Project duration: 1 year. Potential to grow into a thesis project (see below)
PI: Annalisa Calamida (INS/WFC3), RW303, 667 218 6428
Galactic globular clusters (GGCs) have long been considered the most simple stellar populations, with their stars located at the same distance, with typically the same extinction, and the same bona fide age and chemical composition. However, during the last two decades, high-resolution spectroscopic studies have shown that most GGCs display a large spread of light elements and anti-correlations.This evidence suggests the presence of more than one generation of stars in these systems, with the younger generation born from a stellar medium enriched by the material ejected by the previous one.
Thanks to the high spatial resolution and depth of Hubble Space Telescope (HST) imaging, it was possible to discover different sequences in the color-magnitude diagrams (CMDs) of several GGCs. A stunning case is Omega Cen, the most massive GGC, where at least 15 stellar sub-populations were identified. However, Omega Cen is very different from all other GGCs, since it shows an iron spread of more than 1 dex and dispersions of most of the heavy elements and a possible age and helium spread. Omega Cen is then thought to be the nucleus of a dwarf galaxy accreted by the Milky Way or the result of the merger of two clusters.
NGC2808 is the second most massive Galactic globular cluster and a very peculiar object as well. HST photometric studies showed that the cluster main-sequence splits in a blue, an intermediate and a red sequence (see Fig. 1) and that stars on the intermediate and blue main sequences are more centrally concentrated compared to stars on the red main-sequence. It was suggested that NGC2808 experienced different episodes of star formation with a significant helium enrichment, with the bluest main-sequence being the most enhanced. However, high-resolution spectroscopic measurements of red-giant stars indicate that, while expected in the case of different star formation episodes, no spread in iron content is present in NGC2808.
A consensus on the origin of the different stellar populations in NGC2808 has not been reached yet. Previous findings are based on data for a few small fields centered on the cluster (HST) or for a field of view covering about half the tidal radius (ground). There is now the need for deep photometry covering the entire cluster (tidal radius rt ~ 16 arcmin)
with the accuracy necessary to enable the identification of the different main sequences.
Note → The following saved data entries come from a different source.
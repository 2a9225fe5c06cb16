"""The relic-abundance term: normalisation, modes, pseudo-data."""

from __future__ import annotations

import math
from pathlib import Path
from typing import get_args

import numpy as np
import pytest
from scipy.integrate import quad
from scipy.stats import norm

from scanfit.contracts import BuildContext
from scanfit.errors import InputError, PointError
from scanfit.likelihoods.candidate import Annihilation, Candidate
from scanfit.likelihoods.relic_abundance.cross_sections import constant_average
from scanfit.likelihoods.relic_abundance.freeze_out import RELIC_FLAGS
from scanfit.likelihoods.relic_abundance.term import ErrorFlag, RelicAbundance
from scanfit.validation import check


def term(**options: object) -> RelicAbundance:
    return RelicAbundance(check(RelicAbundance.Options, options), BuildContext(Path()))


def candidate(sigma_v: float, mass: float = 100.0) -> Candidate:
    return Candidate(
        mass=mass,
        self_conjugate=True,
        spin_degrees_of_freedom=2,
        annihilation=constant_average(mass=mass, sigma_v=sigma_v),
    )


RIGHT, TOO_MUCH, TOO_LITTLE = candidate(2.1e-26), candidate(1e-26), candidate(1e-25)


@pytest.mark.parametrize("point", [RIGHT, TOO_MUCH, TOO_LITTLE])
def test_measured_is_a_normalised_gaussian(point: Candidate) -> None:
    error = math.hypot(0.0012, 0.05 * point.omega_h2)
    assert term().loglike(point, {}) == pytest.approx(norm.logpdf(0.12, point.omega_h2, error), rel=1e-12)

    def density(observed: float) -> float:
        return math.exp(term(omega_h2=observed).loglike(point, {}))

    centre = point.omega_h2
    area = quad(density, max(1e-9, centre - 10 * error), centre + 10 * error, points=[centre], epsrel=1e-9)[0]
    assert area == pytest.approx(1.0, rel=1e-6)


def test_upper_limit_is_flat_below_and_falls_above() -> None:
    limit = term(mode="upper-limit")
    peak = norm.logpdf(0.12, 0.12, math.hypot(0.0012, 0.05 * 0.12))
    assert limit.loglike(TOO_LITTLE, {}) == pytest.approx(peak, rel=1e-12)
    assert limit.loglike(candidate(1e-24), {}) == limit.loglike(TOO_LITTLE, {})
    assert limit.loglike(TOO_MUCH, {}) == pytest.approx(term().loglike(TOO_MUCH, {}), rel=1e-12)
    assert limit.loglike(TOO_MUCH, {}) < limit.loglike(RIGHT, {}) <= peak


def test_measured_wants_all_of_it() -> None:
    assert term().loglike(TOO_LITTLE, {}) < term().loglike(RIGHT, {}) - 10.0
    assert term().loglike(TOO_MUCH, {}) < term().loglike(RIGHT, {}) - 10.0


def test_no_theory_error() -> None:
    assert term(theory_error=0.0).loglike(RIGHT, {}) == pytest.approx(norm.logpdf(0.12, RIGHT.omega_h2, 0.0012))


def near_a_pole() -> Candidate:
    def total(s: np.ndarray) -> np.ndarray:
        return np.asarray(1e-7 * (125.0 * 0.004) ** 2 / ((s - 125.0**2) ** 2 + (125.0 * 0.004) ** 2))

    annihilation = Annihilation(("bb",), lambda s: total(s)[None, :], total, ((125.0, 0.004),))
    return Candidate(mass=60.0, self_conjugate=True, spin_degrees_of_freedom=1, annihilation=annihilation)


def test_larger_theory_error_where_a_flag_is_raised() -> None:
    resonant = near_a_pole()
    assert resonant.relic.flags["narrow_resonance"]
    assert not resonant.relic.flags["above_unitarity_bound"]
    error = math.hypot(0.0012, resonant.omega_h2)
    expected = norm.logpdf(0.12, resonant.omega_h2, error)
    wide = term(flag_theory_errors={"narrow_resonance": 1.0, "above_unitarity_bound": 3.0})
    assert wide.loglike(resonant, {}) == pytest.approx(expected)
    assert wide.loglike(RIGHT, {}) == term().loglike(RIGHT, {})
    # A flag never makes the prediction more certain.
    assert term(flag_theory_errors={"narrow_resonance": 0.0}).loglike(resonant, {}) == term().loglike(resonant, {})


def test_every_flag_that_leaves_an_abundance_can_enlarge_the_error() -> None:
    assert set(get_args(ErrorFlag)) == set(RELIC_FLAGS) - {"relic_abundance_failed"}
    with pytest.raises(InputError, match=r"flag_theory_errors\.narow_resonance.*did you mean 'narrow_resonance'"):
        term(flag_theory_errors={"narow_resonance": 1.0})


def test_expected_data_are_the_best_data() -> None:
    asimov = term().expected(TOO_MUCH, {})
    assert asimov.observed == TOO_MUCH.omega_h2
    assert asimov.loglike(TOO_MUCH, {}) == pytest.approx(
        norm.logpdf(0.0, 0.0, math.hypot(0.0012, 0.05 * TOO_MUCH.omega_h2))
    )
    assert term(mode="upper-limit").expected(TOO_LITTLE, {}).observed == 0.12


def test_simulated_pulls_are_standard_normal() -> None:
    rng = np.random.default_rng(3)
    own = term()
    error = math.hypot(0.0012, 0.05 * RIGHT.omega_h2)
    pulls = [(own.simulate(RIGHT, {}, rng).observed - RIGHT.omega_h2) / error for _ in range(4000)]
    assert np.mean(pulls) == pytest.approx(0.0, abs=4 / math.sqrt(4000))
    assert np.std(pulls) == pytest.approx(1.0, abs=4 / math.sqrt(2 * 4000))
    assert own.observed == 0.12


def test_explain() -> None:
    (line,) = term(mode="upper-limit").explain(TOO_LITTLE, {})
    assert line.predicted == TOO_LITTLE.omega_h2
    assert (line.observed, line.limit) == (None, 0.12)
    (line,) = term().explain(TOO_LITTLE, {})
    assert (line.observed, line.limit) == (0.12, None)


def test_no_abundance_is_a_point_error() -> None:
    broken = Candidate(
        mass=100.0,
        self_conjugate=True,
        spin_degrees_of_freedom=2,
        annihilation=Annihilation(("bb",), lambda s: np.full((1, len(s)), np.nan), lambda s: np.full(len(s), np.nan)),
    )
    with pytest.raises(PointError, match="relic abundance"):
        term().loglike(broken, {})


@pytest.mark.parametrize(
    "options", [{"mode": "limit"}, {"omega_h2": 0.0}, {"error": -1.0}, {"theory_error": -0.1}, {"omegah2": 0.1}]
)
def test_bad_options(options: dict[str, object]) -> None:
    with pytest.raises(InputError):
        term(**options)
This photometric catalog would allow the homogenous study of the multiple populations in NGC2808 and possibly a clear understanding of the origin and evolution of this peculiar globular cluster.
We have proprietary wide-field DECam (mounted on the 4m-Blanco telescope, NOAO) observations that cover the entire extent of NGC2808 and so will enable us to characterize the spatial distribution of the main-sequence (and red-giant) stars from the core to the tidal radius and obtain a clear picture of the evolutionary history of the cluster. The observations will then be compared to numerical simulations performed by our collaborators to characterize the formation and evolutionary history of this complex cluster.